To kill her you need a balanced team( i prefer one healer ,one ranged , one tank and you.) and Fire Crystal or enough file resistance. I'll suggest you not to go there untill you level is enough.

In case of boy i did only thing to kill him.



Spoiler



Mad hermit has no relation with witherfang and you may choose trade or kill him. I killed him.
And i didn't killed witherfang , in place of that i killed Zathrian.


----------



## deepak8286 (Jan 5, 2012)

i killed mad hermit. where do i go and find witherfang? 

why should i align with witherfang instead of zatharin?

how do i increase the number of quick slots?

any way to increase experience or skill points drastically?


----------



## Alok (Jan 5, 2012)

To increase no. Of slots just take your pointer to the corner and drag it.

For more experience (without cheating) , only one thing you can do is to fight weak or normal enemies without companion. To do this click on "hold position" button below their avtar and take them away from battle.

And answer for your above two ques. depends on your choice.


----------



## deepak8286 (Jan 6, 2012)

where can i get alistair templar armor..any videos for it?


----------



## Alok (Jan 6, 2012)

^^Go to circle tower and there you'll face a desire demon talking to a Templar. Kill him and loot that armor.


----------



## Piyush (Jan 6, 2012)

deepak8286 said:


> *what/how/when/why/who....*


download PRIMA guide for dragon age
I cant help you with the download links


----------



## deepak8286 (Jan 6, 2012)

Kola2842 said:


> ^^Go to circle tower and there you'll face a desire demon talking to a Templar. Kill him and loot that armor.



do u mean apprentice notes?

i finished the circle tower mission and did not find such

meanwhile oghren intends to join me in deep roads....shall i choose him? will he be useful


----------



## Alok (Jan 7, 2012)

I means about Templar Armor. You missed that in circle tower.

Oghren is warrior , IMO take him to your party but use at your will. Depends on what is your team currently  ,There must be at least one mage and one damage dealer.


----------



## deepak8286 (Jan 7, 2012)

do u mean Knight-Commander Greagoir in the circle of tower?


----------



## Alok (Jan 7, 2012)

Ok here i found picture of it. When you get into circle tower , if you go through every room you'll find "a desire demon and Templar talking to each other".
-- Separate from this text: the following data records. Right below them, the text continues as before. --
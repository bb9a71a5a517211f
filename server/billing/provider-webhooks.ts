import Stripe from 'stripe';
import { BillingError } from './billing-error';
import type { BillingStore, PlanChange } from './billing-store';
import { currentPeriodEnd, customerIdOf, ORGANISATION_ID_METADATA_KEY, planFromSubscription } from './plan-from-subscription';
import { callProvider } from './provider-errors';

/** The provider events that can change an organisation's plan. Others are acknowledged and ignored. */
export const PLAN_EVENT_TYPES = [
  'checkout.session.completed',
  'customer.subscription.created',
  'customer.subscription.updated',
  'customer.subscription.deleted',
  'invoice.paid',
] as const;

/** Refuse deliveries signed more than this long ago (replayed or badly delayed). */
export const WEBHOOK_TOLERANCE_SECONDS = 300;

/**
 * Checks the provider's signature over the exact raw body (never a re-serialised JSON object) with the SDK
 * and returns the typed event.
 */
export function verifyProviderWebhook(
  stripe: Stripe,
  webhookSecret: string,
  rawBody: string | Buffer,
  signatureHeader: string | string[] | undefined,
): Stripe.Event {
  if (typeof signatureHeader !== 'string' || signatureHeader === '') {
    throw new BillingError('webhook_signature_missing', 'The provider webhook carries no Stripe-Signature header.', { status: 400 });
  }
  try {
    return stripe.webhooks.constructEvent(rawBody, signatureHeader, webhookSecret, WEBHOOK_TOLERANCE_SECONDS);
  } catch (cause) {
    if (cause instanceof Stripe.errors.StripeSignatureVerificationError) {
      throw new BillingError('webhook_signature_invalid', `The provider webhook signature does not verify: ${cause.message}`, { status: 400, cause });
    }
    throw new BillingError('webhook_payload_invalid', 'The provider webhook body is not a valid event.', { status: 400, cause });
  }
}

/** The subscription an event is about, for the event types that can change a plan. */
export function subscriptionIdOfEvent(event: Stripe.Event): string | null {
  const idOf = (value: string | { id: string } | null | undefined) => (value == null ? null : typeof value === 'string' ? value : value.id);
  switch (event.type) {
    case 'checkout.session.completed':
      return event.data.object.mode === 'subscription' ? idOf(event.data.object.subscription) : null;
    case 'customer.subscription.created':
    case 'customer.subscription.updated':
    case 'customer.subscription.deleted':
      return event.data.object.id;
    case 'invoice.paid':
      return idOf(event.data.object.parent?.subscription_details?.subscription);
    default:
      return null;
  }
}

export type HandledWebhook =
  | { outcome: 'applied'; event: Stripe.Event; change: PlanChange }
  | { outcome: 'ignored'; event: Stripe.Event; reason: string };

/**
 * Verifies a delivery and applies the plan it implies. The subscription is fetched fresh rather than read
 * from the event, because deliveries can arrive late, twice or out of order.
 */
export async function handleProviderWebhook(
  stripe: Stripe,
  webhookSecret: string,
  store: BillingStore,
  rawBody: string | Buffer,
  signatureHeader: string | string[] | undefined,
): Promise<HandledWebhook> {
  const event = verifyProviderWebhook(stripe, webhookSecret, rawBody, signatureHeader);
  if (!(PLAN_EVENT_TYPES as readonly string[]).includes(event.type)) {
    return { outcome: 'ignored', event, reason: `event type ${event.type} does not change plans` };
  }
  const subscriptionId = subscriptionIdOfEvent(event);
  if (!subscriptionId) return { outcome: 'ignored', event, reason: 'the event names no subscription' };

  const subscription = await callProvider('reading the subscription', () => stripe.subscriptions.retrieve(subscriptionId));
  const customerId = customerIdOf(subscription);
  const organisationId =
    subscription.metadata[ORGANISATION_ID_METADATA_KEY] || (await store.findOrganisationIdByCustomerId(customerId));
  if (!organisationId) return { outcome: 'ignored', event, reason: `no organisation is linked to customer ${customerId}` };

  const change: PlanChange = {
    organisationId,
    customerId,
    subscriptionId: subscription.status === 'canceled' ? null : subscription.id,
    planId: planFromSubscription(subscription),
    subscriptionStatus: subscription.status,
    currentPeriodEndsAt: subscription.status === 'canceled' ? null : currentPeriodEnd(subscription),
    providerEventId: event.id,
  };
  await store.applyPlanChange(change);
  return { outcome: 'applied', event, change };
}
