import { newObjectId, unixSeconds } from '../ids';

const CHECKOUT_LIFETIME_SECONDS = 24 * 60 * 60;

export interface FakeCheckoutLineItem {
  price: string;
  quantity: number;
}

export interface FakeCheckoutSession {
  id: string;
  object: 'checkout.session';
  after_expiration: null;
  allow_promotion_codes: null;
  amount_subtotal: number;
  amount_total: number;
  automatic_tax: { enabled: false; liability: null; status: null };
  billing_address_collection: null;
  cancel_url: string | null;
  client_reference_id: string | null;
  client_secret: null;
  created: number;
  currency: string;
  customer: string | null;
  customer_creation: 'always' | null;
  customer_details: { email: string | null; name: string | null; address: null; phone: null; tax_exempt: 'none'; tax_ids: [] } | null;
  customer_email: string | null;
  expires_at: number;
  invoice: string | null;
  livemode: false;
  locale: null;
  metadata: Record<string, string>;
  mode: 'subscription';
  payment_intent: null;
  payment_method_types: string[];
  payment_status: 'paid' | 'unpaid' | 'no_payment_required';
  status: 'open' | 'complete' | 'expired';
  subscription: string | null;
  success_url: string;
  total_details: { amount_discount: number; amount_shipping: number; amount_tax: number };
  ui_mode: 'hosted';
  url: string | null;
  /** Kept beside the public shape (never sent): what the customer is buying and for which subscription. */
  _lineItems: FakeCheckoutLineItem[];
  _subscriptionMetadata: Record<string, string>;
}

export interface CheckoutSessionFields {
  baseUrl: string;
  customer: string | null;
  customerEmail: string | null;
  clientReferenceId: string | null;
  successUrl: string;
  cancelUrl: string | null;
  lineItems: FakeCheckoutLineItem[];
  amountTotal: number;
  currency: string;
  metadata: Record<string, string>;
  subscriptionMetadata: Record<string, string>;
}

export function buildCheckoutSession(fields: CheckoutSessionFields): FakeCheckoutSession {
  const id = newObjectId('cs_test');
  const created = unixSeconds();
  return {
    id,
    object: 'checkout.session',
    after_expiration: null,
    allow_promotion_codes: null,
    amount_subtotal: fields.amountTotal,
    amount_total: fields.amountTotal,
    automatic_tax: { enabled: false, liability: null, status: null },
    billing_address_collection: null,
    cancel_url: fields.cancelUrl,
    client_reference_id: fields.clientReferenceId,
    client_secret: null,
    created,
    currency: fields.currency,
    customer: fields.customer,
    customer_creation: fields.customer ? null : 'always',
    customer_details: null,
    customer_email: fields.customerEmail,
    expires_at: created + CHECKOUT_LIFETIME_SECONDS,
    invoice: null,
    livemode: false,
    locale: null,
    metadata: fields.metadata,
    mode: 'subscription',
    payment_intent: null,
    payment_method_types: ['card'],
    payment_status: 'unpaid',
    status: 'open',
    subscription: null,
    success_url: fields.successUrl,
    total_details: { amount_discount: 0, amount_shipping: 0, amount_tax: 0 },
    ui_mode: 'hosted',
    url: `${fields.baseUrl}/checkout/${id}`,
    _lineItems: fields.lineItems,
    _subscriptionMetadata: fields.subscriptionMetadata,
  };
}

/** The session as the API returns it: without the fake's private fields. */
export function publicCheckoutSession(session: FakeCheckoutSession): Omit<FakeCheckoutSession, '_lineItems' | '_subscriptionMetadata'> {
  const { _lineItems: _ignoredLines, _subscriptionMetadata: _ignoredMetadata, ...visible } = session;
  return visible;
}

const PORTAL_LIFETIME_SECONDS = 60 * 60;

export interface FakePortalSession {
  id: string;
  object: 'billing_portal.session';
  configuration: string;
  created: number;
  customer: string;
  flow: null;
  livemode: false;
  locale: null;
  on_behalf_of: null;
  return_url: string | null;
  url: string;
  _expiresAt: number;
}

export function buildPortalSession(baseUrl: string, customer: string, returnUrl: string | null): FakePortalSession {
  const id = newObjectId('bps');
  const created = unixSeconds();
  return {
    id,
    object: 'billing_portal.session',
    configuration: 'bpc_local_fake',
    created,
    customer,
    flow: null,
    livemode: false,
    locale: null,
    on_behalf_of: null,
    return_url: returnUrl,
    url: `${baseUrl}/portal/${id}`,
    _expiresAt: created + PORTAL_LIFETIME_SECONDS,
  };
}

export function publicPortalSession(session: FakePortalSession): Omit<FakePortalSession, '_expiresAt'> {
  const { _expiresAt: _ignored, ...visible } = session;
  return visible;
}
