import type Stripe from 'stripe';
import { BillingError } from './billing-error';
import { ORGANISATION_ID_METADATA_KEY } from './plan-from-subscription';
import { isPaidPlanId, PLANS, type PlanId } from './plans';
import { callProvider } from './provider-errors';

export interface StartCheckoutInput {
  organisationId: string;
  /** The organisation's customer at the provider; created (and returned) when absent. */
  customerId?: string | null;
  /** Used only when a customer is created. */
  organisationName?: string;
  billingEmail?: string;
  planId: PlanId;
  /** Where the provider sends the browser after payment; `{CHECKOUT_SESSION_ID}` is filled in by the provider. */
  successUrl: string;
  cancelUrl: string;
}

export interface StartedCheckout {
  url: string;
  sessionId: string;
  /** Store it with the organisation when it differs from the one passed in (it was just created). */
  customerId: string;
}

/** Looks a plan's monthly price up by its lookup key, so no price ids need configuring. */
export async function priceIdForPlan(stripe: Stripe, planId: PlanId): Promise<string> {
  const lookupKey = PLANS[planId].priceLookupKey;
  const prices = await callProvider('the plan price lookup', () => stripe.prices.list({ lookup_keys: [lookupKey], active: true, limit: 1 }));
  const price = prices.data[0];
  if (!price) {
    throw new BillingError('plan_price_missing', `The payment provider has no active price with lookup key "${lookupKey}".`, { status: 502 });
  }
  return price.id;
}

/**
 * Opens a hosted checkout for a first paid subscription. An organisation that already pays changes plan
 * in the portal instead, so it never ends up with two subscriptions.
 */
export async function startCheckout(stripe: Stripe, input: StartCheckoutInput): Promise<StartedCheckout> {
  if (!isPaidPlanId(input.planId)) {
    throw new BillingError('plan_not_purchasable', `The ${PLANS[input.planId]?.name ?? input.planId} plan is free and needs no checkout.`, { status: 422 });
  }
  // The plan id on the session is for support only; the plan itself always follows the subscription's price.
  const metadata = { [ORGANISATION_ID_METADATA_KEY]: input.organisationId, plan_id: input.planId };
  const customerId = (input.customerId && (await existingCustomerWithoutSubscription(stripe, input.customerId))) || (await createCustomer(stripe, input));

  const price = await priceIdForPlan(stripe, input.planId);
  const session = await callProvider('creating the checkout session', () =>
    stripe.checkout.sessions.create({
      mode: 'subscription',
      customer: customerId,
      client_reference_id: input.organisationId,
      line_items: [{ price, quantity: 1 }],
      success_url: input.successUrl,
      cancel_url: input.cancelUrl,
      metadata,
      subscription_data: { metadata: { [ORGANISATION_ID_METADATA_KEY]: input.organisationId } },
    }),
  );
  if (!session.url) {
    throw new BillingError('payment_provider_error', 'The payment provider returned a checkout session without a URL.', { status: 502 });
  }
  return { url: session.url, sessionId: session.id, customerId };
}

/**
 * The stored customer, unless it already pays (then the portal is the way) or the provider no longer knows it
 * (deleted there, or a local fake restarted without its state): then null, and a new customer is made.
 */
async function existingCustomerWithoutSubscription(stripe: Stripe, customerId: string): Promise<string | null> {
  try {
    const current = await callProvider('listing subscriptions', () => stripe.subscriptions.list({ customer: customerId, status: 'active', limit: 1 }));
    if (current.data.length > 0) {
      throw new BillingError('subscription_exists', 'This organisation already has a paid plan; change it in the billing portal.', { status: 409 });
    }
    return customerId;
  } catch (error) {
    if (error instanceof BillingError && error.code === 'billing_object_missing') return null;
    throw error;
  }
}

async function createCustomer(stripe: Stripe, input: StartCheckoutInput): Promise<string> {
  const customer = await callProvider('creating the customer', () =>
    stripe.customers.create({
      name: input.organisationName,
      email: input.billingEmail,
      metadata: { [ORGANISATION_ID_METADATA_KEY]: input.organisationId },
    }),
  );
  return customer.id;
}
In pic. Below there is a templar on left side . Kill both of then and you'll get Templar Armor in loot.


Spoiler



*images.wikia.com/dragonage/images/c/c8/Desire_Demon.jpg


----------



## gameranand (Jan 7, 2012)

Oh boy you are asking too many questions. You know what I have one answer for all of them. Its a game so figure out everything yourself. I know all the answers for your questions but you really should try everything yourself. If you know the outcome already then where is fun in making a decesion. Only ask here if you are really stuck somewhere not these random questions.


----------



## deepak8286 (Jan 7, 2012)

i explored the whole of circle tower but couldnt find the desire demon and templar.... can any one tell which floor it was...........
*imageshack.us/photo/my-images/830/87869154.jpg/




*img830.imageshack.us/img830/591/87869154.jpg

*

@gamer anand - i m new to rpg*


----------



## Alok (Jan 8, 2012)

*^^Its on fourth flore.*



gameranand said:


> Its a game so figure out everything yourself. I know all the answers for your questions but you really should try everything yourself. If you know the outcome already then where is fun in making a decesion. Only ask here if you are really stuck somewhere not these random questions.



yes totally agree.


----------



## gameranand (Jan 8, 2012)

@ deepak
Yes I know that you are new to RPG genre. But dude still your previous questions were like a storw. Now this question you asked is good. As for answer be prepared for a tough fight and take out the templer first to save yourself.


----------



## deepak8286 (Jan 8, 2012)

gameranand said:


> @ deepak
> Yes I know that you are new to RPG genre. But dude still your previous questions were like a storw. Now this question you asked is good. As for answer be prepared for a tough fight and take out the templer first to save yourself.



@anand
check out the screenshot above...i m in the templar quarters in tht room where u say desire demon and tht templar is......but i cant find such...the screen shot proves it....


----------



## Alok (Jan 8, 2012)

Search for every room on "FOURTH FLORE".

Try it. If still you can't then i can provide map.


----------



## Piyush (Jan 8, 2012)

give me your save file


----------



## Neuron (Jan 8, 2012)

Piyush said:


> give me your save file


----------



## Alok (Jan 8, 2012)

Piyush said:


> give me your save file



do you want mine??
Which character,
human warrior,
human mage,
elf rogue.


----------



## Neuron (Jan 8, 2012)

Kola2842 said:


> do you want mine??
> Which character,
> human warrior,
> human mage,
> elf rough.



lol,not yours mate.


----------



## Piyush (Jan 8, 2012)

Kola2842 said:


> do you want mine??
> Which character,
> human warrior,
> human mage,
> elf *rough*.



are you playing with 3 characters at the same time?!?!
and elf rough must be deadly 

and did you download that Prima guide which I told you the other day?


----------



## Alok (Jan 8, 2012)

Piyush said:


> are you playing with 3 characters at the same time?!?!
> and elf rough must be deadly



No one by one,

 My first playthrough character was Elf Rogue.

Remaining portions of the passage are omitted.